DATA section start

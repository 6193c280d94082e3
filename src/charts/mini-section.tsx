import { View } from 'react-native';
import Svg from 'react-native-svg';
import { layoutSection } from '../../shared/charts/section-layout';
import { HatchedRect } from './hatched-rect';
import { layerHatch } from './section-geometry';
import type { DrawnLayer } from './section-geometry';

export interface MiniSectionProps {
  layers: Omit<DrawnLayer, 'gaugeLabel'>[];
  width?: number;
  height?: number;
}

/** The wall as a strip on a card. A mark beside the wall's name, so readers do not hear it. */
export function MiniSection({ layers, width = 112, height = 14 }: MiniSectionProps) {
  const drawn = layers.map((layer): DrawnLayer => ({ ...layer, gaugeLabel: '' }));
  const { boxes } = layoutSection(
    drawn.map((layer) => ({
      thicknessUm: layer.thicknessUm,
      kind: layer.kind,
      isThinLine: layer.materialClass === 'adhesive' || layer.materialClass === 'ink',
      labelWidth: 0,
    })),
    width - 1,
  );
  return (
    <Svg width={width} height={height} aria-hidden>
      {drawn.map((layer, index) => {
        const box = boxes[index];
        if (box === undefined) return null;
        return (
          <HatchedRect
            key={index}
            rect={{ x: box.x + 0.5, y: 0.5, width: box.width, height: height - 1 }}
            hatch={layerHatch(layer)}
            scale={0.7}
          />
        );
      })}
    </Svg>
  );
}

/** One layer's hatch beside its name. */
export function HatchSwatch({ layer }: { layer: Omit<DrawnLayer, 'gaugeLabel' | 'thicknessUm'> }) {
  return (
    <View style={{ flexShrink: 0 }}>
      <Svg width={24} height={14} aria-hidden>
        <HatchedRect
          rect={{ x: 0.5, y: 0.5, width: 23, height: 13 }}
          hatch={layerHatch({ ...layer, thicknessUm: 1, gaugeLabel: '' })}
          scale={0.7}
        />
      </Svg>
    </View>
  );
}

DATA section end

## WORK REQUIRED
Each line above that contains the word "height" must be copied.

## ANSWER FOR THE TASK
  height?: number;
export function MiniSection({ layers, width = 112, height = 14 }: MiniSectionProps) {
    <Svg width={width} height={height} aria-hidden>
            rect={{ x: box.x + 0.5, y: 0.5, width: box.width, height: height - 1 }}
      <Svg width={24} height={14} aria-hidden>
          rect={{ x: 0.5, y: 0.5, width: 23, height: 13 }}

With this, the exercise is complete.